В конце 1800‐х годов Бунина посещала литературные собрания в доме Г. Р. Державина, в 1811 году оформившиеся в «Беседу любителей русского слова». Поэтесса стала почетным членом общества, и включение в круг беседчиков изменило ее авторскую судьбу. По замечанию Ю. Н. Тынянова, в отношении архаистов «в истории русской литературы учинена несправедливость, в ней сказывается влияние победившего литературного течения»[504]. На долгие годы за беседчиками закрепилась репутация консерваторов и реакционеров, что было следствием смешения эстетической и общественной позиций (предпосылки к этому смешению были заданы самими деятелями «Беседы»).

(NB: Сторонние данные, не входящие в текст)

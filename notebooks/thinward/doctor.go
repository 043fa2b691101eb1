package main

import (
	"context"
	"fmt"
	"os"
	"os/exec"
	"path/filepath"
	"strings"
	"time"

	"github.com/spf13/cobra"

	"thinward/notebooks/kernel"
	"thinward/notebooks/runner"
)

func (a *app) doctor() *cobra.Command {
	return &cobra.Command{
		Use:   "doctor",
		Short: "Check Go, kernel, Jupyter, browser and write access, and run one cell",
		Long: `Checks what thinward needs on this machine and says what is missing. FAIL is
needed, none is only wanted for Jupyter pages and for looking at reports.`,
		Example: "  thinward doctor",
		Args:    cobra.NoArgs,
		RunE: func(c *cobra.Command, _ []string) error {
			ok := true
			say := func(good, needed bool, what, detail string) {
				word := "ok  "
				switch {
				case !good && needed:
					word, ok = "FAIL", false
				case !good:
					word = "none"
				}
				fmt.Fprintf(a.out, "%s  %-10s %s\n", word, what, detail)
			}
			version, err := exec.CommandContext(c.Context(), "go", "version").Output()
			say(err == nil, true, "go", firstLine(string(version), err))
			binary, err := kernel.Ensure(c.Context(), nil)
			say(err == nil, true, "kernel", firstLine(binary, err))
			if err == nil {
				begin := time.Now()
				shown, err := oneCell(c.Context(), binary)
				say(err == nil, true, "one cell", firstLine(fmt.Sprintf("%s in %.1f s", shown, time.Since(begin).Seconds()), err))
			}
			for _, p := range [][]string{{"jupyter", "jupyter", "jupyter-notebook"}, {"browser", "chromium", "chromium-browser", "google-chrome", "firefox"}} {
				path := ""
				for _, name := range p[1:] {
					if found, err := exec.LookPath(name); err == nil {
						path = found
						break
					}
				}
				if path == "" {
					say(false, false, p[0], "not found; only needed to look at notebooks and pages")
				} else {
					say(true, false, p[0], path)
				}
			}
			dir, err := os.MkdirTemp(".", ".thinward-doctor-*")
			if err == nil {
				err = os.Remove(dir)
			}
			here, _ := filepath.Abs(".")
			say(err == nil, true, "writing", firstLine(here, err))
			if !ok {
				return fmt.Errorf("something that is needed does not work")
			}
			return nil
		},
	}
}

func firstLine(s string, err error) string {
	if err != nil {
		s = err.Error()
	}
	s, _, _ = strings.Cut(strings.TrimSpace(s), "\n")
	return s
}

// oneCell runs one cell in a fresh kernel and gives what it shows.
func oneCell(ctx context.Context, binary string) (string, error) {
	nb := &runner.Notebook{Cells: []*runner.Cell{{ID: "a", Type: "code", Source: "import \"thinward/notebooks/session\"\nsession.Version()"}}, Minor: 5}
	res, err := runner.Run(ctx, nb, &runner.Options{KernelPath: binary, Timeout: time.Minute})
	if err != nil {
		return "", err
	}
	for _, o := range res.Notebook.Cells[0].Outputs {
		if t := o.PlainText(); t != "" {
			return "version " + strings.TrimSpace(t), nil
		}
	}
	return "", fmt.Errorf("the cell showed nothing")
}
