package main

import (
	"testing"

	"github.com/google/go-cmp/cmp"
)

func TestShieldHall(t *testing.T) {
	for _, c := range []struct{ in, want []string }{
		{nil, nil},
		{[]string{"group", "P 21 21 21", "--json"}, []string{"group", "P 21 21 21", "--json"}},
		{[]string{"group", "-P 2yn", "--json"}, []string{"group", "--json", "--", "-P 2yn"}},
		{[]string{"group", "-q", "--", "-P 1"}, []string{"group", "-q", "--", "-P 1"}},
		{[]string{"group", "-P", "-q", "--", "x"}, []string{"group", "-q", "--", "-P", "x"}},
		{[]string{"group", "-Px"}, []string{"group", "-Px"}},
	} {
		if diff := cmp.Diff(c.want, shieldHall(c.in)); diff != "" {
			t.Errorf("%q (-want +got):\n%s", c.in, diff)
		}
	}
}
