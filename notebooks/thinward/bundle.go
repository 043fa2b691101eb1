package main

import (
	"archive/zip"
	"bytes"
	"compress/flate"
	"errors"
	"fmt"
	"io"
	"os"
	"path"
	"path/filepath"
	"sort"
	"strings"
	"time"

	"github.com/pelletier/go-toml/v2"
	"github.com/spf13/cobra"

	"thinward/io/manifest"
	"thinward/notebooks/session"
)

// Places in a bundle.
const (
	bundleReport   = "report"
	bundleInputs   = "inputs"
	bundleManifest = "series.toml"
	bundleSums     = "SHA256SUMS"
	bundleReadme   = "README.txt"
)

func (a *app) bundle() *cobra.Command {
	var out string
	c := &cobra.Command{
		Use:   "bundle DIR",
		Short: "Pack a finished report with its inputs, manifest, notebook and checksums into one zip to send",
		Long: `The zip holds the report as it is, the input files, the manifest with its paths
inside the zip, and the SHA-256 of every file. The same content gives the same
bytes. Whoever gets it runs thinward again FILE.zip.`,
		Example: `  thinward bundle out --out tarn.zip
  thinward again tarn.zip`,
		Args: cobra.ExactArgs(1),
		RunE: func(c *cobra.Command, args []string) error {
			target := out
			if target == "" {
				abs, err := filepath.Abs(args[0])
				if err != nil {
					return err
				}
				target = filepath.Base(abs) + ".zip"
			}
			files, err := gatherBundle(args[0])
			if err != nil {
				return err
			}
			data, err := writeBundle(files)
			if err != nil {
				return err
			}
			if err := replaceFile(target, data); err != nil {
				return err
			}
			fmt.Fprintf(a.out, "Wrote %s: %s, %.1f MB. Whoever gets it runs: thinward again %s\n", target, plural(len(files)+1, "file"), float64(len(data))/1e6, filepath.Base(target))
			return nil
		},
	}
	c.Flags().StringVarP(&out, "out", "o", "", "the zip (default: DIR.zip here)")
	return c
}

// gatherBundle collects what goes into a bundle by its place there, checksums
// left out.
func gatherBundle(dir string) (map[string][]byte, error) {
	r, err := openReport(dir)
	if err != nil {
		return nil, err
	}
	series, file, err := r.source("")
	if err != nil {
		return nil, err
	}
	files := map[string][]byte{}
	for _, name := range []string{pageFile, notebookFile, session.PairsFile, session.ResultFile} {
		if files[path.Join(bundleReport, name)], err = os.ReadFile(filepath.Join(dir, name)); err != nil {
			return nil, fmt.Errorf("%s: %v; run examine again", filepath.Join(dir, name), pathCause(err))
		}
	}
	text := []byte(r.provenance.ManifestText)
	places, moved := bundlePlaces(inputFiles(file))
	for name, place := range places {
		if files[path.Join(bundleInputs, place)], err = os.ReadFile(inputPath(series, name)); err != nil {
			return nil, err
		}
	}
	if moved {
		if text, err = rewriteManifest(file, places); err != nil {
			return nil, insideError{err}
		}
	}
	files[path.Join(bundleInputs, bundleManifest)] = text
	p := *r.provenance
	p.Manifest, p.ManifestText, p.ManifestSHA256 = "../"+bundleInputs+"/"+bundleManifest, string(text), sumOf(text)
	if files[path.Join(bundleReport, provenanceFile)], err = p.bytes(); err != nil {
		return nil, insideError{err}
	}
	files[bundleReadme] = []byte(bundleText(r))
	return files, nil
}

// bundlePlaces gives each file of a manifest a place beside the bundle's
// manifest. Paths below the manifest stay as they are; others get a folder of
// their own, and moved is true.
func bundlePlaces(names []string) (places map[string]string, moved bool) {
	places = map[string]string{}
	taken := map[string]bool{bundleManifest: true}
	for _, name := range names {
		place := path.Clean(filepath.ToSlash(name))
		if !filepath.IsAbs(name) && safeName(place) && !taken[strings.ToLower(place)] {
			places[name] = place
			taken[strings.ToLower(place)] = true
		}
	}
	for _, name := range names {
		if places[name] != "" {
			continue
		}
		moved = true
		for n := 1; ; n++ {
			place := path.Join("elsewhere", fmt.Sprint(n), strings.NewReplacer(":", "_", "\\", "_").Replace(filepath.Base(name)))
			if !taken[strings.ToLower(place)] {
				places[name] = place
				taken[strings.ToLower(place)] = true
				break
			}
		}
	}
	return places, moved
}

func rewriteManifest(f *manifest.File, places map[string]string) ([]byte, error) {
	for i := range f.Crystal {
		for j := range f.Crystal[i].Position {
			files := f.Crystal[i].Position[j].Files
			for k := range files {
				files[k] = places[files[k]]
			}
		}
	}
	text, err := toml.Marshal(f)
	return append([]byte("# Written by thinward bundle: some paths were changed to lie inside the bundle.\n"), text...), err
}

func bundleText(r *report) string {
	return fmt.Sprintf(`%s

A report of thinward with all that made it.

  report/report.html      the report, for any browser
  report/report.ipynb     the notebook that made it, with outputs
  report/result.json      every number
  report/pairs.csv        every pair of intensities
  report/provenance.json  how it was made
  inputs/                 the manifest and the files it names
  SHA256SUMS              checksum of every file

To run it again and compare every number:

  thinward again FILE.zip

Made with thinward %s.
`, r.result.Series, versionOf(r.result))
}

// writeBundle makes the zip: sorted, without times or owners, checksums first.
func writeBundle(files map[string][]byte) ([]byte, error) {
	var names []string
	for name := range files {
		names = append(names, name)
	}
	sort.Strings(names)
	var sums strings.Builder
	for _, name := range names {
		fmt.Fprintf(&sums, "%s  %s\n", sumOf(files[name]), name)
	}
	var b bytes.Buffer
	z := zip.NewWriter(&b)
	z.RegisterCompressor(zip.Deflate, func(w io.Writer) (io.WriteCloser, error) { return flate.NewWriter(w, flate.BestCompression) })
	add := func(name string, data []byte) error {
		method := zip.Deflate
		if strings.HasSuffix(name, ".gz") {
			method = zip.Store
		}
		w, err := z.CreateHeader(&zip.FileHeader{Name: name, Method: method, Modified: time.Date(1980, 1, 1, 0, 0, 0, 0, time.UTC)})
		if err != nil {
			return err
		}
		_, err = w.Write(data)
		return err
	}
	if err := add(bundleSums, []byte(sums.String())); err != nil {
		return nil, err
	}
	for _, name := range names {
		if err := add(name, files[name]); err != nil {
			return nil, err
		}
	}
	if err := z.Close(); err != nil {
		return nil, err
	}
	return b.Bytes(), nil
}

// Limits of what is unpacked.
const (
	unpackFiles = 10_000
	unpackBytes = 4 << 30
)

// unpackBundle unpacks a bundle into the empty folder dir. It refuses whatever
// would leave the folder, is no plain file, is too much, or does not have the
// checksum that the bundle gives.
func unpackBundle(file, dir string) error { return unpackWithin(file, dir, unpackFiles, unpackBytes) }

func unpackWithin(file, dir string, mostFiles int, mostBytes int64) error {
	z, err := zip.OpenReader(file)
	if err != nil {
		return fmt.Errorf("%s: no bundle: %v", file, pathCause(err))
	}
	defer z.Close()
	fail := func(format string, args ...any) error {
		return fmt.Errorf("%s: refused: %s", file, fmt.Sprintf(format, args...))
	}
	if len(z.File) > mostFiles {
		return fail("it holds %d files, more than %d", len(z.File), mostFiles)
	}
	seen := map[string]bool{}
	var files []*zip.File
	for _, f := range z.File {
		// Whoever packs a bundle anew adds entries for folders; they hold nothing.
		if folder, ok := strings.CutSuffix(f.Name, "/"); ok && safeName(folder) && f.UncompressedSize64 == 0 {
			continue
		}
		files = append(files, f)
		switch {
		case !safeName(f.Name):
			return fail("the name %q would leave the folder", f.Name)
		case !f.Mode().IsRegular():
			return fail("%q is no plain file", f.Name)
		case seen[strings.ToLower(f.Name)]:
			return fail("%q stands twice", f.Name)
		}
		seen[strings.ToLower(f.Name)] = true
	}
	root, err := os.OpenRoot(dir)
	if err != nil {
		return err
	}
	defer root.Close()
	left := mostBytes
	for _, f := range files {
		n, err := unpackOne(root, f, left)
		if errors.Is(err, errTooMuch) {
			return fail("it holds more than %d bytes", mostBytes)
		}
		if err != nil {
			return fail("%s: %v", f.Name, err)
		}
		left -= n
	}
	return checkSums(file, dir, seen)
}

// safeName accepts what stays below the folder on any system.
func safeName(name string) bool {
	return filepath.IsLocal(filepath.FromSlash(name)) && path.Clean(name) == name && !strings.ContainsAny(name, "\\:") && !strings.ContainsRune(name, 0)
}

var errTooMuch = errors.New("too much")

func unpackOne(root *os.Root, f *zip.File, left int64) (int64, error) {
	r, err := f.Open()
	if err != nil {
		return 0, err
	}
	defer r.Close()
	if folder := path.Dir(f.Name); folder != "." {
		if err := root.MkdirAll(filepath.FromSlash(folder), 0o777); err != nil {
			return 0, err
		}
	}
	w, err := root.OpenFile(filepath.FromSlash(f.Name), os.O_CREATE|os.O_EXCL|os.O_WRONLY, 0o666)
	if err != nil {
		return 0, err
	}
	n, err := io.Copy(w, io.LimitReader(r, left+1))
	if err := errors.Join(err, w.Close()); err != nil {
		return n, err
	}
	if n > left {
		return n, errTooMuch
	}
	return n, nil
}

// checkSums compares every unpacked file with SHA256SUMS, and the manifest's
// paths with the bundle: a stranger's manifest may not read outside it.
func checkSums(file, dir string, present map[string]bool) error {
	text, err := os.ReadFile(filepath.Join(dir, bundleSums))
	if err != nil {
		return fmt.Errorf("%s: no bundle of thinward: there is no %s in it", file, bundleSums)
	}
	known := map[string]bool{strings.ToLower(bundleSums): true}
	for _, line := range strings.Split(strings.TrimSpace(string(text)), "\n") {
		sum, name, ok := strings.Cut(line, "  ")
		if !ok || !safeName(name) {
			return fmt.Errorf("%s: %s has the line %q", file, bundleSums, line)
		}
		got, err := sumOfFile(filepath.Join(dir, filepath.FromSlash(name)))
		if err != nil {
			return fmt.Errorf("%s: %s is missing from it", file, name)
		}
		if got != sum {
			return fmt.Errorf("%s: %s is damaged: its SHA-256 is %s, not %s", file, name, got, sum)
		}
		known[strings.ToLower(name)] = true
	}
	for name := range present {
		if !known[name] {
			return fmt.Errorf("%s: %s has no checksum", file, name)
		}
	}
	series := filepath.Join(dir, bundleInputs, bundleManifest)
	f, err := manifest.Read(series)
	if err != nil {
		return fmt.Errorf("%s: %w", file, err)
	}
	for _, name := range inputFiles(f) {
		if !filepath.IsLocal(name) {
			return fmt.Errorf("%s: its manifest names %s, which lies outside", file, name)
		}
	}
	return nil
}
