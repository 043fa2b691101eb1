package main

import (
	"fmt"
	"io"
	"math"
	"strings"
	"text/tabwriter"

	"github.com/spf13/cobra"

	"thinward/analysis"
	"thinward/io/manifest"
	"thinward/io/result"
)

func (a *app) intake() *cobra.Command {
	c := &cobra.Command{
		Use:     "intake SERIES.toml",
		Short:   "What came in, without a report: rows against observations, truncation, indexing, overlap",
		Example: "  thinward intake fixtures/tarn/series.toml",
		Args:    cobra.ExactArgs(1),
		RunE: func(c *cobra.Command, args []string) error {
			study, err := manifest.Load(args[0])
			if err != nil {
				return err
			}
			table, err := study.IntakeTable(c.Context())
			if err != nil {
				return err
			}
			indexing, err := study.Indexing(c.Context())
			if err != nil {
				return err
			}
			warnings := study.Warnings()
			if a.json {
				return result.EncodeAny(a.out, struct {
					Positions []analysis.IntakeResult   `json:"positions"`
					Indexing  []analysis.IndexingResult `json:"indexing"`
					Warnings  []analysis.WarningResult  `json:"warnings"`
				}{table, indexing, warnings})
			}
			return printIntake(a.out, table, indexing, append(setAside(&study.Series), warnings...))
		},
	}
	c.Flags().BoolVar(&a.json, "json", false, "print JSON")
	return c
}

// setAside says which rows could not be used.
func setAside(s *analysis.Series) []analysis.WarningResult {
	var out []analysis.WarningResult
	for _, c := range s.Crystals {
		for _, p := range c.Positions {
			for _, f := range p.Sources {
				for _, x := range f.SetAside {
					out = append(out, analysis.WarningResult{Where: c.Name + "/" + p.Name + ", " + f.Path, Text: fmt.Sprintf("%s set aside: %s (first on line %d)", plural(x.N, "row"), x.Reason, x.FirstLine)})
				}
			}
		}
	}
	return out
}

func printIntake(w io.Writer, table []analysis.IntakeResult, indexing []analysis.IndexingResult, warnings []analysis.WarningResult) error {
	t := tabwriter.NewWriter(w, 0, 0, 2, ' ', tabwriter.AlignRight)
	fmt.Fprintln(t, "position\trows\tobservations\ttaken as\tunique\tmult.\tcomplete\td (A)\tangles (deg)\tgap\tI/sigma\t<0 seen\t<0 expected\tR_meas\tCC1/2\tcommon\t")
	for _, r := range table {
		angles := "none"
		if !math.IsNaN(r.AngleLo) {
			angles = fmt.Sprintf("%.0f..%.0f", r.AngleLo, r.AngleHi)
		}
		fmt.Fprintf(t, "%s/%s\t%d\t%d\t%s\t%d\t%.1f\t%.0f %%\t%.1f-%.2f\t%s\t%s\t%.1f\t%d\t%.0f\t%s\t%s\t%.0f %%\t\n", r.Crystal, r.Position, r.Rows, r.Observations, r.RowsAs, r.Unique, r.Multiplicity,
			100*r.Completeness, r.DMax, r.DMin, angles, dash(r.AngleGap, 1), r.MeanISigma, r.Negative[0], r.NegativeExp[0], dash(r.RMeas, 3), dash(r.CCHalf, 3), 100*r.Overlap)
	}
	if err := t.Flush(); err != nil {
		return err
	}
	var b strings.Builder
	for _, x := range indexing {
		fmt.Fprintf(&b, "indexing of %s: %s\n", x.Where, x.Text)
		if x.Proposal != "" {
			fmt.Fprintf(&b, "  propose in the manifest: reindex = %q\n", x.Proposal)
		}
	}
	for _, r := range table {
		if r.Multiplicity < onceSeen {
			fmt.Fprintf(&b, "%s/%s: almost every reflection stands once, as in a merged list: sigmas cannot be checked and no halves be made; give the observations before merging\n", r.Crystal, r.Position)
		}
	}
	for _, x := range warnings {
		fmt.Fprintf(&b, "%s: %s\n", x.Where, x.Text)
	}
	_, err := io.WriteString(w, b.String())
	return err
}

// onceSeen is the multiplicity below which a list is called merged; chosen, no source.
const onceSeen = 1.1

func dash(v float64, decimals int) string {
	if math.IsNaN(v) {
		return "-"
	}
	return fmt.Sprintf("%.*f", decimals, v)
}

Они стали заложниками сначала собственных консервативных взглядов, а потом и собственной репутации.
Именно основание «Беседы» можно считать поворотным пунктом в формировании литературной репутации Буниной. Включение поэтессы в число почетных членов общества, как представляется, было обусловлено личными контактами, а не литературными предпочтениями. Точно датировать знакомство Буниной с А. С. Шишковым затруднительно, однако известно, что в 1807 году, 23 марта в доме Державина Шишков прочел раннюю редакцию «Песни смерти», а 30 марта во время литературного вечера в доме писателя и сенатора И. С. Захарова, будущего председателя IV разряда «Беседы любителей русского слова» — еще несколько стихотворений Буниной. О первом чтении С. П. Жихарев по свежим впечатлениям писал: «24 марта, воскресенье. А. С. Шишков прочитал стихи Анны Петровны Буниной на смерть одной из ее приятельниц, молодой девушки шестнадцати лет»[505].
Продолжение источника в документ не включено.